**PROBLEM DETAILS**
Please find every line below that includes "FROM" and report how many there are. Nothing else is needed.

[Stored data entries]

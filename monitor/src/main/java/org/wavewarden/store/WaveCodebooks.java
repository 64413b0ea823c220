package org.wavewarden.store;

import org.jdbi.v3.core.Jdbi;
import org.wavewarden.codebook.DatasetCodebook;
import org.wavewarden.config.Identifiers;
import org.wavewarden.deliver.Json;

import java.time.Instant;
import java.time.OffsetDateTime;
import java.time.ZoneOffset;
import java.util.Optional;

/**
 * The codebook each wave was delivered with, in the results schema ({@code wave_codebook}): written by the import,
 * read when the wave is judged. Keyed by dataset and wave; saving a wave again replaces its row.
 */
public final class WaveCodebooks {

    private final Jdbi jdbi;
    private final String s;

    public WaveCodebooks(Jdbi jdbi, String schema) {
        this.jdbi = jdbi;
        this.s = Identifiers.quote(schema);
    }

    public void save(String dataset, String wave, DatasetCodebook codebook, Instant importedAt) {
        jdbi.useHandle(h -> h.createUpdate("INSERT INTO " + s + ".wave_codebook (dataset, wave, source, imported_at,"
                        + " codebook) VALUES (:d, :w, :src, :at, CAST(:cb AS jsonb)) ON CONFLICT (dataset, wave) DO"
                        + " UPDATE SET source = EXCLUDED.source, imported_at = EXCLUDED.imported_at,"
                        + " codebook = EXCLUDED.codebook")
                .bind("d", dataset).bind("w", wave).bind("src", codebook.source() == null ? "" : codebook.source())
                .bind("at", OffsetDateTime.ofInstant(importedAt, ZoneOffset.UTC))
                .bind("cb", Json.write(codebook)).execute());
    }

    /**
     * Forgets the codebook of a wave loaded again without one, so the new rows are never read with the labels of
     * the file they replaced.
     *
     * @return whether there was one
     */
    public boolean delete(String dataset, String wave) {
        return jdbi.withHandle(h -> h.createUpdate("DELETE FROM " + s + ".wave_codebook WHERE dataset = :d AND"
                + " wave = :w").bind("d", dataset).bind("w", wave).execute()) > 0;
    }

    /** The codebook the wave was imported with, or empty when it was imported without one. */
    public Optional<DatasetCodebook> load(String dataset, String wave) {
        return jdbi.withHandle(h -> h.createQuery("SELECT codebook::text FROM " + s + ".wave_codebook WHERE dataset = :d"
                        + " AND wave = :w").bind("d", dataset).bind("w", wave).mapTo(String.class).findOne())
                .map(json -> Json.read(json, DatasetCodebook.class));
    }
}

**EXERCISE ANSWER**
2